Accelerating the switching of logical units by anisotropy driven magnetization dynamics

TL;DR

This paper investigates the magnetization reversal dynamics of small Co clusters on Cu(111) surfaces under external magnetic fields, revealing complex, anisotropy-driven switching behavior with potential experimental applications.

Contribution

It demonstrates the non-monotonous dependence of switching times on magnetic field strength due to complex anisotropy landscapes in low-dimensional systems.

Findings

Switching times range from tenths of picoseconds to nanoseconds.

Non-monotonous relationship between field strength and switching time.

Stable behavior observed around 10 K temperature.

Abstract

In this work the magnetization dynamics of clusters supported on non-magnetic substrates is shown to exhibit an unprecedented complex response when subjected to external magnetic fields.
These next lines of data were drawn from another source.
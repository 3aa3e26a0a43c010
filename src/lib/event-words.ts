export { eventMeaning, eventTitle } from '#shared/log/event-words.ts'
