import type { Award } from '#shared/schemas/api/public.ts'
import { capitalise, formatNumber, ordinal } from '#src/ui/format-number.ts'

/** "First prize", "Third prize, 1 of 3", "Reserve 2". */
export function awardWords(award: Award): string {
  if (award.kind === 'reserve') return `Reserve ${award.reserve}`
  const which = `${capitalise(ordinal(award.position))} prize`
  return award.of > 1 ? `${which}, ${formatNumber(award.item)} of ${formatNumber(award.of)}` : which
}

/** The same inside a sentence: "the first prize", "the place of reserve 2". */
export function awardInSentence(award: Award): string {
  if (award.kind === 'reserve') return `the place of reserve ${award.reserve}`
  return `the ${ordinal(award.position)} prize${award.of > 1 ? `, ${formatNumber(award.item)} of ${formatNumber(award.of)}` : ''}`
}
The field-driven magnetization reversal of small Co clusters deposited on a Cu(111) surface has been studied by means of first-principles calculations and atomistic spin dynamics simulations. For applied fields ranging from 1 Tesla to 10 Tesla, we observe a coherent magnetization reversal with switching times in the range of several tenths of picoseconds to several nanoseconds, depending on the field strength. We find a non-monotonous dependence of the switching times with respect to the strength of the applied field, which we prove to have its origin in the complex magnetic anisotropy landscape of these low dimensional systems. This effect is shown to be stable for temperatures around 10 K, and is possible to realize over a range of exchange interactions and anisotropy landscapes. Possible experimental routes to achieve this unique switching behaviour are discussed.